As you develop your code, you should make commits in your git repo and push them as you see fit. Be sure to project.

Overview

After you have a copy of the starter code, make sure you have the following files:

Spend some time looking over these files and figuring out what is in each file and what they are used for.

Instructions

As noted above, your task is to implement the 4 functions in philphix.c: stringHash(void *s), stringEquals(void *s1, void *s2), readDictionary(char *filename), and processInput(). More information about the purpose of each of these functions can be found inside philphix.c.

You can type the following in your project 1 directory to compile and test your program against a sample set of inputs:

$ make test

You can, however, safely output all sorts of debugging information to stderr, as this will be ignored by our scripts and by the test routine provided in the Makefile.

While completing this project will require getting familiar with many parts of the C language (C file input/output library, do memory allocation, manipulate strings, and coerce strings to void pointers and vice versa just to name a few), your final solution should not be all that long.

Start early! You likely will have to learn and experiment a lot with C to complete this project, so make sure you budget enough time.

For grading purposes, we will be splitting the project into two parts:

  1. When you first are writing your solution to the project, you can assume that that both the replacement set and the input won't contain words longer than 60 characters. Sucessfully doing this will be worth 70% of your grade on the project.
  2. For the remainding 30% of your grade, we will test your code against both dictionaries and inputs that contain words of an unbounded length. We suggest trying to get a solution with a bounded character count before attempting this part.

Submissions

There are two steps required to submit proj1. Failure to perform both steps will result in loss of credit:

  1. First, you must submit using the standard unix submit program on the instructional servers. This assumes that you followed the earlier instructions and did all of your work inside of your git repository. To submit, follow these instructions after logging into your cs61c-xxx class account:
    cd proj1-xxx 
    submit proj1
    Once you type submit proj1, follow the prompts generated by the submission system. It will tell you when your submission has been successful and you can confirm this by looking at the output of glookup -t. Remember, you only need to submit two files: philphix.c and philphix.h.
  2. Additionally, you must submit proj1 to your bitbucket repository. To do so, follow these instructions after logging into your cs61c-xxx class account:
    cd proj1-xxx
    git add -u # should add all modified files in proj1 directory
    git commit -m "Project 1 submission"
    git tag -f "proj1-sub" # The tag MUST be "proj1-sub". Failure to do so will result in loss of credit.
    git push origin master --tags # Note the "--tags" at the end. This pushes tags to bitbucket

Grading

The grading for this project will be done almost entirely by automated scripts. Your output must exactly match the specified format, which makes correctness the primary goal of this project. Again, you are to do this work individually.

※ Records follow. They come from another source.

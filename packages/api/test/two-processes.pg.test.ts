import { mkdtempSync, rmSync } from 'node:fs';
import { tmpdir } from 'node:os';
import path from 'node:path';
import sharp from 'sharp';
import request from 'supertest';
import { afterAll, beforeAll, describe, expect, inject, it } from 'vitest';
import { type FakeS3, startFakeS3 } from './support/fake-s3.js';
import { createDatabase, databaseUrl, dropDatabase, newDatabaseName } from './support/pg.js';
import { fixture, postMultipart, studentIds, today } from './support/photos.js';
import { type ServerProcess, startServerProcess } from './support/server-process.js';
import { Client, DEMO } from './support/test-app.js';

// Past one machine: two server processes, each with its own DATA_DIR and the same
// SESSION_SECRET, share one PostgreSQL database and one S3-compatible bucket (s3rver), as
// they would behind a load balancer. api-pg only: with SQLite each process has its own files.
const server = inject('pgServerUrl');
const database = newDatabaseName('workback_two');
const dirs: string[] = [];
let s3: FakeS3;
let a: ServerProcess;
let b: ServerProcess;

async function start(): Promise<ServerProcess> {
  const dir = mkdtempSync(path.join(tmpdir(), 'workback-proc-'));
  dirs.push(dir);
  return startServerProcess({
    ...s3.env,
    DATA_DIR: dir,
    DATABASE_URL: databaseUrl(server, database),
    SESSION_SECRET: 'one-secret-shared-by-every-process-of-the-service',
    SEED_DEMO: 'true',
    ADMIN_EMAILS: '',
    SIGN_IN_LIMIT_PER_MINUTE: '3',
    LOG_LEVEL: 'warn',
  });
}

beforeAll(async () => {
  s3 = await startFakeS3();
  await createDatabase(server, database, inject('pgTemplate'));
  // One after the other would hide a race between two migrators; start them together.
  [a, b] = await Promise.all([start(), start()]);
}, 300_000);

afterAll(async () => {
  for (const p of [a, b]) {
    if (p && p.child.exitCode === null) {
      p.child.kill('SIGTERM');
      await p.exited;
    }
  }
  await s3?.close();
  await dropDatabase(server, database);
  for (const dir of dirs) rmSync(dir, { recursive: true, force: true });
}, 60_000);

/** A request to `p` carrying the session cookie (and CSRF token) a sign-in elsewhere gave. */
function as(p: ServerProcess, client: Client) {
  const http = request(p.url);
  return {
    get: (url: string) => http.get(url).set('Cookie', client.cookie),
    patch: (url: string, body: object) =>
      http.patch(url).set('Cookie', client.cookie).set('x-csrf-token', client.token).send(body),
  };
}

describe('two processes, one PostgreSQL and one bucket', () => {
  it('knows a sign-in made on the other process', async () => {
    const owner = new Client(request.agent(a.url));
    expect((await owner.signIn(DEMO.owner)).status).toBe(200);
    const me = await as(b, owner).get('/api/auth/me').expect(200);
    expect(me.body.user.email).toBe(DEMO.owner);
    // And a stranger's cookie is nobody on either.
    await request(b.url).get('/api/auth/me').set('Cookie', 'workback.sid=s%3Anobody.x').expect(401);
  });

  it('reads, searches, diagnoses and serves on one a miss and its photo written on the other', async () => {
    const owner = new Client(request.agent(a.url));
    await owner.signIn(DEMO.owner);
    const wren = (await studentIds(owner)).get('Wren')!;
    const created = await postMultipart(
      owner,
      '/api/misses',
      {
        studentId: wren,
        occurredOn: today(),
        problem: '81 - 38',
        answer: '57',
        explanation: 'took the small from the big in every column, two-process marker',
      },
      [{ name: 'work.png', data: fixture('sheet.png'), type: 'image/png' }],
    );
    expect(created.status, created.text).toBe(201);
    const id = created.body.id as number;
    const photo = created.body.photos[0].id as number;

    const onB = as(b, owner);
    const read = await onB.get(`/api/misses/${id}`).expect(200);
    expect(read.body).toMatchObject({ problem: '81 - 38', answer: '57' });
    // 81 − 38 written 57: SMALLER-FROM-LARGER (Brown & Burton 1978; from memory).
    expect(read.body.ruleIds[0]).toBe('sub.smaller-from-larger');

    const found = await onB.get('/api/misses?q=two-process%20marker').expect(200);
    expect(found.body.items.map((m: { id: number }) => m.id)).toEqual([id]);

    const image = await onB.get(`/api/photos/${photo}/image`).buffer(true).expect(200);
    expect(image.headers['content-type']).toBe('image/jpeg');
    expect(image.headers['cache-control']).toBe('private, max-age=3600');
    expect(image.headers['x-content-type-options']).toBe('nosniff');
    expect((await sharp(image.body as Buffer).metadata()).format).toBe('jpeg');

    // Re-diagnosed on B, read back on A.
    await onB.patch(`/api/misses/${id}`, { answer: '53' }).expect(200);
    const again = await owner.get(`/api/misses/${id}`).expect(200);
    // 53: BORROW-NO-DECREMENT (Brown & Burton 1978; from memory).
    expect(again.body.ruleIds[0]).toBe('sub.borrow-no-decrement');

    // Still the household's own: another household's member gets 404 on either process.
    const tutor = new Client(request.agent(b.url));
    await tutor.signIn(DEMO.tutor);
    const milo = (await studentIds(owner)).get('Milo')!;
    const milos = await postMultipart(owner, '/api/misses', {
      studentId: milo,
      occurredOn: today(),
      problem: '47 + 38',
      answer: '75',
    });
    expect(milos.status).toBe(201);
    await as(a, tutor).get(`/api/misses/${milos.body.id}`).expect(404);
  });

  /** One owner session on A for the tests below (SIGN_IN_LIMIT_PER_MINUTE is 3 per address). */
  let ownerOnA: Promise<Client> | undefined;
  const signedInOnA = () =>
    (ownerOnA ??= (async () => {
      const owner = new Client(request.agent(a.url));
      expect((await owner.signIn(DEMO.owner)).status).toBe(200);
      return owner;
    })());

  it('holds on one process, at its next request, a grant taken away on the other', async () => {
    const owner = await signedInOnA();
    const students = await studentIds(owner);
    const [wren, milo] = [students.get('Wren')!, students.get('Milo')!];
    const members = (await owner.get('/api/members').expect(200)).body.items as {
      id: number;
      email: string;
    }[];
    const grant = members.find((m) => m.email === DEMO.tutor)!.id;
    const tutor = new Client(request.agent(b.url));
    await tutor.signIn(DEMO.tutor);
    // The demo tutor works with Wren; asked twice on B, as a busy tutor would.
    await tutor.get(`/api/students/${wren}`).expect(200);
    await tutor.get(`/api/students/${wren}`).expect(200);
    await tutor.get(`/api/students/${milo}`).expect(404);
    try {
      await owner.send('patch', `/api/members/${grant}`, { studentIds: [milo] }).expect(200);
      // No wait: B's very next request already knows.
      await tutor.get(`/api/students/${wren}`).expect(404);
      await tutor.get(`/api/students/${milo}`).expect(200);
    } finally {
      await owner.send('patch', `/api/members/${grant}`, { studentIds: [wren] }).expect(200);
    }
    await tutor.get(`/api/students/${wren}`).expect(200);
  });

  it('counts on one process a miss just logged on the other', async () => {
    const owner = await signedInOnA();
    const wren = (await studentIds(owner)).get('Wren')!;
    const onB = as(b, owner);
    const list = `/api/misses?studentId=${wren}`;
    const before = (await onB.get(list).expect(200)).body.total as number;
    expect((await onB.get(list).expect(200)).body.total).toBe(before);
    const created = await postMultipart(owner, '/api/misses', {
      studentId: wren,
      occurredOn: today(),
      problem: '62 - 27',
      answer: '45',
    });
    expect(created.status, created.text).toBe(201);
    expect((await onB.get(list).expect(200)).body.total).toBe(before + 1);
  });

  it('holds a sign-in limit counted on one process on the other', async () => {
    const tries = async (p: ServerProcess) =>
      (await new Client(request.agent(p.url)).signIn(DEMO.parent, 'not-the-password')).status;
    // SIGN_IN_LIMIT_PER_MINUTE=3 for one address: three refusals on A, the fourth try on B.
    expect([await tries(a), await tries(a), await tries(a)]).toEqual([401, 401, 401]);
    expect(await tries(b)).toBe(429);
  });
});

One particular aspect of C is nondeterminism: something that may run perfectly fine on one computer doesn't run the same way on another due to memory bugs or other issues. We will be grading exclusively on the hive cluster, so you must make sure your code works correctly on those systems. And although we will attempt to help you run your code on your own computer rather than the hive, please understand that running on your own computer may result in problems we are not equipped to debug.

One significant aspect that you should focus on is testing. You can create some python scripts to produce larger sets of input. Other good tests for robustness include using large binaries on standard input (with the output redirected to /dev/null).